さあ、爺さんよその知識を俺に〜〜〜〜分けてくれ。(元気玉風に諸手を上げたい)あまりの内容に若干おかしくなっている竜也であった。
「ハイヒューマン、滅ぼされた!?では今はこの世界にハイヒューマンは存在していないんですか?」
「うむ、ハイヒューマンは1人もいないのう。ヒューマンは普通に沢山いるがのう。まあ 、ハイヒューマンの一部者が他と隔絶した能力を有していた事と、そのまた一部の暴走の結果、多種族の合同軍によって全員滅ぼされたと文献には書かれておる。」
取り敢えず、ハイヒューマンの歴史と現状については理解した。何とかこの話を逸らさなければ・・・・・どうしよう。精霊術の話で話題をそらそう。
「なるほど。そうだったんですね。実は私、元の世界で精霊術師の家系だったのです。ですが、訓練を積み重ねても能力の発現が見られずに家から縁を切られた状態でして、こちらに来てからその原因が精霊術発動の補助具である指輪であることが分かったんですよ。ですから、精霊術師としてはまだまだ未熟者で実際、これからが不安ではありますね。」
「なるほどのう。じゃからお主から魔力がダダ漏れなのも理解できる話じゃて、制御する術を身に付けておらんかったからじゃのう。」
「魔力?魔力なんて持っていませんよ。私がいた世界では魔法なんて空想の産物で存在していなかったんですから。何かの間違いではないですか?」
「いや、間違いではないぞ。現にお主は今現在も空気中に存在している魔力を自然に取り込み、身体強化に使用しておるではないか。魔力量も回復方法、回復量共にどれも異常じゃぞ。ある意味ここにたどり着いて良かったかもしれんのう。何処かの国に何も知らずに辿り着きなぞしとったらまず、間違いなく捕まり国からいい様に利用されていたじゃろうな。利用価値がなくなったら危険分子として処分されておったじゃろう。良かったのう。」
良かった良かったって全然喜こべねえよ!!!何じゃそりゃ!!!人生ハードモード、終了宣言!!てか、ここまで来ると最早笑うしかない。ハッハッハッハッハッハッ(棒読み)オワタ
「こちらの世界では、気のことを魔力って言うんですね。
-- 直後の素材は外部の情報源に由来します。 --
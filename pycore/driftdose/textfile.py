"""Decoding of text files as instruments and spreadsheets write them: the one decoder that the
page (through its calculation worker) and the command line both use, so a file reads the same
whichever front end opened it.

Interface: :func:`decode_text` turns a file's bytes into a :class:`DecodedText` (the text, the
encoding found, the file's size in bytes, the SHA-256 of the bytes for the record and notes
for the user) or raises
:class:`TextFileError` with a plain message; :func:`decode_text_json` is the same for the
worker (bytes in, JSON text out); :func:`size_text` writes a size as the messages do.

Order of the checks (common practice for text exchanged between office programs):

1. a UTF-8 byte-order mark: UTF-8 (the mark dropped; bytes that are not UTF-8 are replaced by
   U+FFFD and counted);
2. a UTF-16 byte-order mark (``FF FE`` little-endian, ``FE FF`` big-endian): UTF-16;
3. NUL bytes without a mark: refused (UTF-16 without a mark, or a binary file);
4. valid UTF-8: UTF-8;
5. anything else: Latin-1 as browsers read it (the WHATWG "windows-1252" table: ISO 8859-1
   with the printable characters of Windows-1252 at 0x80-0x9F), so ``Größe`` written by an
   older spreadsheet reads as ``Größe``.
"""

from __future__ import annotations

import codecs
import hashlib
import json
from dataclasses import dataclass, field
from typing import Any

__all__ = [
    "MAX_BYTES",
    "DecodedText",
    "LineError",
    "TextFileError",
    "decode_text",
    "decode_text_json",
    "decode_text_reply",
    "size_text",
    "too_large",
]

MAX_BYTES = 5 * 1024 * 1024
"""Largest file read, 5 MB (MB here and in every message: 1 048 576 bytes)."""

LATIN1 = "windows-1252"
"""The name reported for the Latin-1 fallback (the WHATWG label browsers use for it)."""

# Windows-1252 leaves five bytes undefined; WHATWG maps them to the C1 controls of ISO 8859-1.
_LATIN1_TABLE = "".join(bytes([b]).decode("cp1252", errors="ignore") or chr(b) for b in range(256))


class LineError(ValueError):
    """A problem at a place in a file: the base of the readers' errors.

    Attributes
    ----------
    message : str
        What is wrong, in plain words (without the line number).
    line : int or None
        The file's 1-based line where the problem lies, if any; the exception's own text
        starts with "Line N:" then.
    part : str
        Which input is wrong (``"file"``, ``"header_line"``, a column or a period part).

    """

    def __init__(self, message: str, line: int | None = None, part: str = "file") -> None:
        super().__init__(message if line is None else f"Line {line}: {message}")
        self.message = message
        self.line = line
        self.part = part


class TextFileError(ValueError):
    """A file that cannot be read as text; ``message`` says why in plain words."""

    def __init__(self, message: str) -> None:
        super().__init__(message)
        self.message = message


@dataclass(frozen=True)
class DecodedText:
    """A file's text and how it was read.

    Attributes
    ----------
    text : str
        The decoded text, without a byte-order mark.
    encoding : str
        ``utf-8``, ``utf-16-le``, ``utf-16-be`` or ``windows-1252`` (the Latin-1 fallback).
    bom : bool
        Whether a byte-order mark was found (and dropped).
    size : int
        The file's size in bytes. [B]
    replaced : int
        Characters that could not be decoded and were replaced by U+FFFD.
    notes : list of str
        What the user should know about the reading (an empty list for plain UTF-8).
    sha256 : str
        SHA-256 of the file's bytes as read (hex, 64 digits; FIPS 180-4), for the record.

    """

    text: str
    encoding: str
    bom: bool
    size: int
    replaced: int = 0
    notes: list[str] = field(default_factory=list)
    sha256: str = ""


def size_text(size: int) -> str:
    """Return a size in bytes as the messages write it (``"4.87 MB"``, ``"812 kB"``).

    Parameters
    ----------
    size : int
        The size [bytes].

    Examples
    --------
    >>> size_text(5_106_000), size_text(812 * 1024), size_text(17)
    ('4.87 MB', '812 kB', '17 bytes')

    """
    if size >= 1024 * 1024:
        return f"{size / 1048576:.3g} MB"
    if size >= 1024:
        return f"{size / 1024:.3g} kB"
    return f"{size} byte{'' if size == 1 else 's'}"


def too_large(size: int, limit: int = MAX_BYTES, name: str = "The file") -> str:
    """The refusal for a file of ``size`` bytes over ``limit`` (the page's words too).

    Parameters
    ----------
    size : int
        The file's size [bytes].
    limit : int
        The largest size taken [bytes].
    name : str
        How the message names the file.
    """
    return f"{name} is {size_text(size)}; the limit is {size_text(limit)}."


def nul_message(even: int, odd: int) -> str:
    """Explain NUL characters: UTF-16 text without a byte-order mark, or a binary file.

    Parameters
    ----------
    even, odd : int
        How many NUL bytes at even and at odd places of the file's start [-].
    """
    if max(even, odd) > 10 * (min(even, odd) + 1):  # one byte in two is NUL: UTF-16
        return (
            "The file looks like UTF-16 text without a byte-order mark; save it as UTF-8 "
            "(or plain text) CSV."
        )
    return "The file looks binary (it contains NUL characters); export it as plain text CSV."


def _replaced(data: bytes, encoding: str) -> tuple[str, int]:
    """Decode with U+FFFD for what cannot be decoded; return (text, count replaced)."""
    try:
        return data.decode(encoding), 0
    except UnicodeDecodeError:
        pass
    text = data.decode(encoding, errors="replace")
    return text, text.count("\ufffd") - data.decode(encoding, errors="ignore").count("\ufffd")


def decode_text(data: bytes | bytearray | memoryview, limit: int = MAX_BYTES) -> DecodedText:
    """Decode a text file's bytes (see the module notes for the order of the checks).

    Parameters
    ----------
    data : bytes-like
        The file's content.
    limit : int
        Largest size accepted. [B]

    Raises
    ------
    TextFileError
        For an empty file, a file over ``limit``, or NUL bytes without a UTF-16 mark.

    Examples
    --------
    >>> d = decode_text("Größe;n\\n".encode("cp1252"))
    >>> d.text, d.encoding, d.size
    ('Größe;n\\n', 'windows-1252', 8)
    >>> decode_text(codecs.BOM_UTF16_BE + "µm".encode("utf-16-be")).text
    'µm'

    """
    raw = bytes(data)
    size = len(raw)
    if size > limit:
        raise TextFileError(too_large(size, limit))
    if size == 0:
        raise TextFileError("The file is empty.")
    notes: list[str] = []
    if raw.startswith(codecs.BOM_UTF8):
        text, replaced = _replaced(raw[3:], "utf-8")
        encoding, bom = "utf-8", True
        notes.append("A UTF-8 byte-order mark at the start was ignored.")
    elif raw.startswith((codecs.BOM_UTF16_LE, codecs.BOM_UTF16_BE)):
        little = raw.startswith(codecs.BOM_UTF16_LE)
        encoding = "utf-16-le" if little else "utf-16-be"
        text, replaced = _replaced(raw[2:], encoding)
        bom = True
        notes.append(
            f"The file is UTF-16 text ({'little' if little else 'big'}-endian, marked by a "
            "byte-order mark); it was read as such."
        )
    elif b"\x00" in raw:
        raise TextFileError(nul_message(raw[:4096:2].count(0), raw[1:4096:2].count(0)))
    else:
        bom, replaced = False, 0
        try:
            text, encoding = raw.decode("utf-8"), "utf-8"
        except UnicodeDecodeError:
            text, encoding = raw.decode("latin-1").translate(_LATIN1_TABLE_MAP), LATIN1
            notes.append("The file is not UTF-8; it was read as Latin-1 (Windows-1252).")
    if replaced:
        notes.append(f"{replaced} character(s) that could not be read were replaced by �.")
    digest = hashlib.sha256(raw).hexdigest()
    return DecodedText(text, encoding, bom, size, replaced, notes, digest)


_LATIN1_TABLE_MAP = {i: ch for i, ch in enumerate(_LATIN1_TABLE) if ord(ch) != i}


def decode_text_json(
    data: Any, limit: int = MAX_BYTES, name: str | None = None, size: int | None = None
) -> str:
    """:func:`decode_text` for the page's worker: bytes in, JSON text out.

    ``data`` may be a JavaScript ``Uint8Array`` as Pyodide passes it (read with its
    ``to_bytes``), or None with the file's ``size`` and ``name`` for a file too large to read
    at all. The reply is ``{"ok": true, "text", "encoding", "bom", "size", "size_text",
    "replaced", "notes", "sha256"}`` or ``{"ok": false, "message", "size"}``; it never raises.

    Parameters
    ----------
    data : bytes, Uint8Array or None
        The file's content.
    limit : int
        Largest file read [bytes].
    name : str, optional
        The file's name, for messages.
    size : int, optional
        The file's size when ``data`` is None [bytes].
    """
    return json.dumps(decode_text_reply(data, limit, name, size), ensure_ascii=False)


def decode_text_reply(
    data: Any, limit: int = MAX_BYTES, name: str | None = None, size: int | None = None
) -> dict[str, Any]:
    """The reply of :func:`decode_text_json` as a dict.

    Parameters
    ----------
    data : bytes, Uint8Array or None
        The file's content.
    limit : int
        Largest file read [bytes].
    name : str, optional
        The file's name, for messages.
    size : int, optional
        The file's size when ``data`` is None [bytes].
    """
    if data is None:
        size = int(size or 0)
        return {"ok": False, "message": too_large(size, limit, name or "The file"), "size": size}
    if not isinstance(data, bytes | bytearray | memoryview):
        data = data.to_bytes()  # a JavaScript Uint8Array in the page's worker
    raw = bytes(data)
    if raw and len(raw) > limit and name:
        return {"ok": False, "message": too_large(len(raw), limit, name), "size": len(raw)}
    try:
        d = decode_text(raw, limit)
    except TextFileError as exc:
        return {"ok": False, "message": exc.message, "size": len(raw)}
    return {
        "ok": True,
        "text": d.text,
        "encoding": d.encoding,
        "bom": d.bom,
        "size": d.size,
        "size_text": size_text(d.size),
        "replaced": d.replaced,
        "notes": d.notes,
        "sha256": d.sha256,
    }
と言うよりどうにかしないと、このままではどこにも行けないんじゃないですか?何とか力を貸していただけないでしょうか。」
「うむ。ワシも若い頃は冒険者じゃたんじゃが、ある事で英雄に祭り上げられ利用されそうになってのう。その時に色々あってそれが嫌でこんな誰も来ることのできない様な危険地帯に住むことになったんじゃが。同じ様な目に合うのが分かっている若者を見捨てるのもちと可哀想じゃから協力できる範囲で助けてやろうかのう。」
なんていい爺さんなんだ。こんな人が日本にいたなら俺も、どんなに助けられたか。良し学べるだけ爺さんから吸収してやる。
「本当ですか!!ありがとうございます。何もお礼に渡せるものがないのは申し訳ありません。」
律儀なやつじゃのう。それにここまで素質を持った者を育てるのも楽しみじゃな。ワシを超えるものになるじゃろうな。
「気にすることは無いぞ。年寄りの暇つぶしか、お節介だとでも思って気を楽に考えるんじゃな。」
「これからはデザストル師匠と呼べば宜しいでしょうか?私のことはリュウとでも呼んでください。」
「そんなにかたっ苦しい呼び方なんぞごめんじゃな。これから暫くは一緒に暮らすんじゃからデザストル爺さんとでも呼んでもらえれば良いぞ。孫に呼ばれる様で新鮮じゃしのう。」
「それでは今後はその様に呼ばせていただきます。デザストル爺さんよろしくお願いします。」
「こちらこそ、よろしくのう。リュウよ。おいおい、この世界のことも含めてワシの知る限りのことを教えてやろう。」
取り敢えずは、自身の現状、住む場所、師匠?、爺さん?と一気に疑問と問題が解決するのだった。
話の内容が、説明ぽくなってしまう。
だが、書かないと先に進めない。説明しないと矛盾が一杯。
儘ならないものです。
毎回、読んでくれている方達に感謝を。